Q: It seems there is an important convergence at Standing Rock of thousands of people, putting their bodies on the line, taking a stand there, right? Not a beginning, as you say, but a resurgence of struggle with significance both for the struggle against genocide against Native peoples but also for the survival of the planet.
A: Yeah. It’s true. When I was at Standing Rock, I was just sitting by my car, and I see a group of Samoans, actually, come by. They’re looking around, they didn’t know where to go, so I waved at them, “Hello! Hello!” They were sweet and wonderful people. They just needed directions, right? So I directed them to the tent, and they can speak with the elders over there.
And if you look, it’s not just indigenous people even though indigenous people are converging. Ecuadorians came. Hawai’ians had come. Indigenous peoples are converging. But also other people. You’ve got Irish, English, Scottish contingents. They are indigenous to their land, and they have to drink water, you had people coming that are indigenous not to this land but to their land, and they know water is important for them.
You were mentioning, here in the United States, a collection of so many different nations. You have the Crow, you’ve got the Oglala, so many nations coming into one territory, like what we did when we kicked the shit out of Custer. We had to do that, you know. We came together as nations. We were like, OK, here comes the army. We’re all Indians to them. They want to kill you, so we have to take this guy [Custer] out.

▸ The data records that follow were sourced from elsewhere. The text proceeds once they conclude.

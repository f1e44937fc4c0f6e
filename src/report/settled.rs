//! Files and text of settled molecules.

use super::csv::dipole_debye;
use super::folder::{FolderError, RunFolder};
use crate::fit::{Convention, Coordinate as Kind, ForceConstant};
use crate::job::settle::{InternalRow, SettledLevel, basis_functions};
use crate::minimise::MinimiseStop;
use crate::minimise::settle::Character;
use crate::molecule::inertia::Inertia;
use crate::spec::counted;
use crate::spec::{Level, Spec};
use crate::units::ANGSTROM_PER_BOHR;
use nalgebra::Vector3;
use serde::Serialize;
use std::collections::BTreeMap;
use std::fmt::Write;

type Units = BTreeMap<&'static str, f64>;

/// Writes `spec.toml`, `summary.json`, `parameters.csv` and `settled.xyz`, each whole or not at all.
///
/// # Errors
/// [`FolderError`] if one cannot be written.
pub fn write_all(
    folder: &RunFolder,
    spec: &Spec,
    settled: &[SettledLevel],
) -> Result<(), FolderError> {
    folder.write("spec.toml", spec.text.as_bytes())?;
    folder.write("settled.xyz", geometries(spec, settled).as_bytes())?;
    folder.write("parameters.csv", &parameters(spec, settled))?;
    folder.write("summary.json", summary(spec, settled).as_bytes())
}

#[derive(Serialize)]
struct Summary<'a> {
    thalweg: &'static str,
    title: &'a str,
    sweeps: [(); 0],
    levels: Vec<LevelEntry<'a>>,
    cost: Cost,
}

#[derive(Serialize)]
struct Cost {
    wall_s: f64,
    fock_builds: usize,
    gradient_calls: usize,
    threads: usize,
}

#[derive(Serialize)]
struct LevelEntry<'a> {
    name: &'a str,
    method: String,
    basis: &'a str,
    basis_functions: usize,
    electrons: f64,
    minima: [Minimum<'a>; 1],
    internal: Vec<Internal<'a>>,
    swept: Vec<Internal<'a>>,
}

#[derive(Serialize)]
struct Minimum<'a> {
    values: Vec<f64>,
    energy_hartree: Option<f64>,
    geometry_angstrom: Vec<(&'a str, f64, f64, f64)>,
    converged: bool,
    stop: MinimiseStop,
    gradient_max_hartree_per_bohr: f64,
    displacement_left_bohr: f64,
    energy_left_hartree: f64,
    character: Character,
    pushes: usize,
    frequencies_cm1: Vec<f64>,
    reduced_masses_u: Vec<f64>,
    intensities_km_per_mol: Vec<f64>,
    displacements: Vec<&'a [[f64; 3]]>,
    zero_point_hartree: f64,
    external_cm1: f64,
    hessian_asymmetry_hartree_per_bohr2: f64,
    rotational_constants_cm1: Vec<f64>,
    dipole_debye: f64,
    s_squared: f64,
    gradient_calls: usize,
}

#[derive(Serialize)]
struct Internal<'a> {
    kind: &'static str,
    coordinates: Vec<Vec<&'a str>>,
    equilibrium: f64,
    unit: &'static str,
    convention: &'static str,
    relaxed: Units,
    rigid: Option<Units>,
}

/// The summary as indented JSON: `minima` as in a scan's summary, one per level, and force constants of all internal
/// coordinates.
#[must_use]
pub fn summary(spec: &Spec, settled: &[SettledLevel]) -> String {
    let summary = Summary {
        thalweg: env!("CARGO_PKG_VERSION"),
        title: &spec.title,
        sweeps: [],
        levels: settled
            .iter()
            .filter_map(|s| Some(entry(spec, spec.levels.get(s.level)?, s)))
            .collect(),
        cost: Cost {
            wall_s: settled.iter().map(|s| s.wall_seconds).sum(),
            fock_builds: settled.iter().map(|s| s.fock_builds).sum(),
            gradient_calls: settled.iter().map(|s| s.gradient_calls).sum(),
            threads: settled.iter().map(|s| s.threads).max().unwrap_or(1),
        },
    };
    // Plain structs of numbers and strings: serialisation has no way to fail.
    serde_json::to_string_pretty(&summary).unwrap_or_default() + "\n"
}

fn entry<'a>(spec: &'a Spec, level: &'a Level, settled: &'a SettledLevel) -> LevelEntry<'a> {
    let list = |rows: &'a [InternalRow]| rows.iter().map(|r| internal(spec, r)).collect();
    LevelEntry {
        name: &level.name,
        method: level.method.name().to_lowercase(),
        basis: &level.basis_name,
        basis_functions: basis_functions(level),
        electrons: settled.record.electrons.round(),
        minima: [minimum(spec, settled)],
        internal: list(&settled.internal),
        swept: list(&settled.swept),
    }
}

fn minimum<'a>(spec: &'a Spec, settled: &'a SettledLevel) -> Minimum<'a> {
    let positions = positions(settled);
    Minimum {
        values: spec
            .sweeps
            .iter()
            .map(|s| s.motion.coordinate.reported_value(&positions))
            .collect(),
        energy_hartree: settled.record.energy,
        geometry_angstrom: spec
            .molecule
            .atoms
            .iter()
            .zip(&positions)
            .map(|(atom, p)| {
                let [x, y, z] = [p.x, p.y, p.z].map(|v| v * ANGSTROM_PER_BOHR);
                (atom.element.symbol(), x, y, z)
            })
            .collect(),
        converged: settled.stop == MinimiseStop::Converged,
        stop: settled.stop,
        gradient_max_hartree_per_bohr: settled.left[0],
        displacement_left_bohr: settled.left[1],
        energy_left_hartree: settled.left[2],
        character: settled.character,
        pushes: settled.pushes,
        frequencies_cm1: settled.modes.iter().map(|m| m.wavenumber_cm1).collect(),
        reduced_masses_u: settled.modes.iter().map(|m| m.reduced_mass_u).collect(),
        intensities_km_per_mol: settled
            .modes
            .iter()
            .map(|m| m.intensity_km_per_mol)
            .collect(),
        displacements: settled.modes.iter().map(|m| &m.displacements[..]).collect(),
        zero_point_hartree: settled.zero_point_hartree,
        external_cm1: settled.external_cm1,
        hessian_asymmetry_hartree_per_bohr2: settled.asymmetry,
        rotational_constants_cm1: rotational_constants(spec, &positions),
        dipole_debye: dipole_debye(settled.record.dipole),
        s_squared: settled.record.s_squared,
        gradient_calls: settled.gradient_calls,
    }
}

fn positions(settled: &SettledLevel) -> Vec<Vector3<f64>> {
    settled
        .positions
        .iter()
        .map(|&p| Vector3::from(p))
        .collect()
}

/// None where moments of inertia cannot be: for a single atom.
fn rotational_constants(spec: &Spec, positions: &[Vector3<f64>]) -> Vec<f64> {
    Inertia::of(&spec.masses_u, positions)
        .map(|i| i.rotational_constants_per_cm())
        .unwrap_or_default()
}

fn constant(row: &InternalRow, second_derivative: f64) -> ForceConstant {
    let is_length = row
        .coordinates
        .first()
        .is_some_and(|c| c.unit_word() == "angstrom");
    ForceConstant {
        second_derivative,
        coordinate: if is_length { Kind::Length } else { Kind::Angle },
    }
}

fn internal<'a>(spec: &'a Spec, row: &InternalRow) -> Internal<'a> {
    let first = row.coordinates.first();
    Internal {
        kind: first.map_or("", |c| c.kind_word()),
        coordinates: row
            .coordinates
            .iter()
            .map(|c| crate::scan::sweep::labels(c.atoms(), &spec.molecule))
            .collect(),
        equilibrium: first.map_or(row.equilibrium, |c| c.to_reported(row.equilibrium)),
        unit: first.map_or("", |c| c.unit_word()),
        convention: Convention::HalfK.formula(),
        relaxed: constant(row, row.relaxed).in_units(Convention::HalfK),
        rigid: row
            .rigid
            .map(|k| constant(row, k).in_units(Convention::HalfK)),
    }
}

/// One frame per level.
fn geometries(spec: &Spec, settled: &[SettledLevel]) -> String {
    let mut text = String::new();
    for level in settled {
        let name = spec.levels.get(level.level).map_or("", |l| &l.name);
        let energy = level.record.energy.map_or_else(
            || "not converged".to_owned(),
            |e| format!("energy_hartree={e}"),
        );
        let _ = writeln!(text, "{}\n{name} {energy}", level.positions.len());
        for (atom, p) in spec.molecule.atoms.iter().zip(&level.positions) {
            let [x, y, z] = p.map(|v| v * ANGSTROM_PER_BOHR);
            let _ = writeln!(
                text,
                "{:<2} {x:18.12} {y:18.12} {z:18.12}",
                atom.element.symbol()
            );
        }
    }
    text
}

/// Rows as in a scan's table, the relaxed and the rigid constant of each coordinate.
fn parameters(spec: &Spec, settled: &[SettledLevel]) -> Vec<u8> {
    let mut writer = ::csv::Writer::from_writer(Vec::new());
    // Writing to memory cannot fail, and every row has as many fields as the header.
    let _ = writer.write_record(super::parameters::HEADER);
    for level in settled {
        let name = spec.levels.get(level.level).map_or("", |l| &l.name);
        for row in &level.internal {
            let entry = internal(spec, row);
            let atoms: Vec<String> = entry.coordinates.iter().map(|c| c.join(" ")).collect();
            let paths = [("relaxed", Some(row.relaxed)), ("rigid", row.rigid)];
            for (path, second) in paths.into_iter().filter_map(|(p, k)| Some((p, k?))) {
                for convention in [Convention::HalfK, Convention::FullK] {
                    for (unit, k) in constant(row, second).in_units(convention) {
                        let _ = writer.write_record([
                            entry.kind,
                            &atoms.join(" = "),
                            &entry.equilibrium.to_string(),
                            &k.to_string(),
                            unit,
                            convention.formula(),
                            name,
                            "",
                            entry.unit,
                            "second derivative from gradients",
                            path,
                            "",
                        ]);
                    }
                }
            }
        }
    }
    writer.into_inner().unwrap_or_default()
}

/// A short account per level.
#[must_use]
pub fn text(spec: &Spec, settled: &[SettledLevel]) -> String {
    let mut text = format!("{}\n", spec.title);
    for found in settled {
        let Some(level) = spec.levels.get(found.level) else {
            continue;
        };
        let _ = writeln!(
            text,
            "\n{}   {}, {}",
            level.name,
            counted(basis_functions(level), "basis function"),
            counted(found.record.electrons.round() as usize, "electron")
        );
        write_level(&mut text, spec, found);
    }
    let calls: usize = settled.iter().map(|s| s.gradient_calls).sum();
    let builds: usize = settled.iter().map(|s| s.fock_builds).sum();
    let seconds: f64 = settled.iter().map(|s| s.wall_seconds).sum();
    let _ = writeln!(
        text,
        "\n{seconds:.2} s, {calls} gradient calls, {builds} Fock builds"
    );
    text
}

fn write_level(text: &mut String, spec: &Spec, found: &SettledLevel) {
    let energy = found.record.energy.unwrap_or(f64::NAN);
    let [force, displacement, fall] = found.left;
    let end = match found.stop {
        MinimiseStop::Converged => "converged",
        MinimiseStop::CallLimit => "NOT CONVERGED: out of gradient calls",
        MinimiseStop::NoEnergy => "NOT CONVERGED: a calculation gave no energy",
        MinimiseStop::NoDescent => "NOT CONVERGED: no step goes downhill",
    };
    let _ = writeln!(
        text,
        "energy {energy:.9} hartree; {end}: force {force:.1e} hartree/bohr, step {displacement:.1e} bohr, \
         energy {fall:.1e} hartree are left"
    );
    let kind = match found.character {
        Character::Minimum => "a minimum: all vibrations are real".to_owned(),
        Character::Saddle { imaginary } => format!(
            "a saddle point, no minimum: {imaginary} imaginary vibration(s). --push goes on downhill from it"
        ),
        Character::Flat { modes } => {
            format!("flat: {modes} vibration(s) below 30 cm⁻¹, along which the geometry is loose")
        }
    };
    let _ = writeln!(text, "{kind}");
    if found.pushes > 0 {
        let _ = writeln!(text, "{} saddle point(s) left on the way", found.pushes);
    }
    for (atom, p) in spec.molecule.atoms.iter().zip(&found.positions) {
        let [x, y, z] = p.map(|v| v * ANGSTROM_PER_BOHR);
        let _ = writeln!(text, "  {:<6}{x:12.6}{y:12.6}{z:12.6}  Å", atom.label);
    }
    if !found.internal.is_empty() {
        let _ = writeln!(
            text,
            "{:<34}{:>14}{:>16}{:>16}",
            "coordinate", "equilibrium", "relaxed k", "rigid k"
        );
    }
    for row in &found.internal {
        internal_line(text, spec, row);
    }
    if !found.modes.is_empty() {
        let _ = writeln!(
            text,
            "{:>8}{:>14}{:>14}{:>16}",
            "mode", "cm⁻¹", "u", "km/mol"
        );
    }
    for (k, mode) in found.modes.iter().enumerate() {
        let _ = writeln!(
            text,
            "{:>8}{:>14.2}{:>14.4}{:>16.3}",
            k + 1,
            mode.wavenumber_cm1,
            mode.reduced_mass_u,
            mode.intensity_km_per_mol
        );
    }
    let _ = writeln!(
        text,
        "zero-point energy {:.6} hartree; dipole {:.4} debye",
        found.zero_point_hartree,
        dipole_debye(found.record.dipole)
    );
    let rotations: Vec<String> = rotational_constants(spec, &positions(found))
        .iter()
        .map(|b| format!("{b:.5}"))
        .collect();
    if !rotations.is_empty() {
        let _ = writeln!(text, "rotational constants {} cm⁻¹", rotations.join(" "));
    }
}

fn internal_line(text: &mut String, spec: &Spec, row: &InternalRow) {
    let entry = internal(spec, row);
    let (key, symbol, decimals, sign) = if entry.unit == "angstrom" {
        ("mdyne_per_angstrom", "mdyn/Å", 5, " Å")
    } else {
        ("mdyne_angstrom_per_rad2", "mdyn Å/rad²", 3, "°")
    };
    let names: Vec<String> = entry.coordinates.iter().map(|c| c.join("–")).collect();
    let rigid = entry
        .rigid
        .as_ref()
        .and_then(|units| units.get(key))
        .map_or_else(|| "–".to_owned(), |k| format!("{k:.4}"));
    let _ = writeln!(
        text,
        "{:<34}{:>14}{:>16}{rigid:>16}  {symbol}",
        format!("{} {}", entry.kind, names.join(" = ")),
        format!("{:.decimals$}{sign}", entry.equilibrium),
        entry
            .relaxed
            .get(key)
            .map_or_else(String::new, |k| format!("{k:.4}")),
    );
}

Now you have a collection of so many nations on the camp itself. You have banners and flags, that represent many nations. You can look over to your left, and over here are the Crow, over here the Sisseton Wahpeton Oyate, the Oglala Lakota over there, the Sicangu Lakota across the river, coming together because we have faced the same aggressive settler-colonialist aggression for centuries. They don’t discriminate—even today, people look at Native Americans as one big fucking group—everybody has a headdress, everybody has long hair and braids. Even though if look to the north, you see our relatives in Alaska, they look nothing like the Oglala. The Oglala look nothing like the Seminole. We’re all separate, sovereign, indigenous people that are based in a certain locale. The Ute are mountain people. The Ojibwa are forest people. The Oglala are the plains people. The Tulalip in the Pacific Northwest, they’re the ocean people. We’re all very different in our languages, our culture, spirituality. But when it comes down to this, we’re all facing the same goddamn threat. They’re well aware that it could be only a matter of time before a pipeline wants to cut through their land, and they’re going to try to justify it in the same way.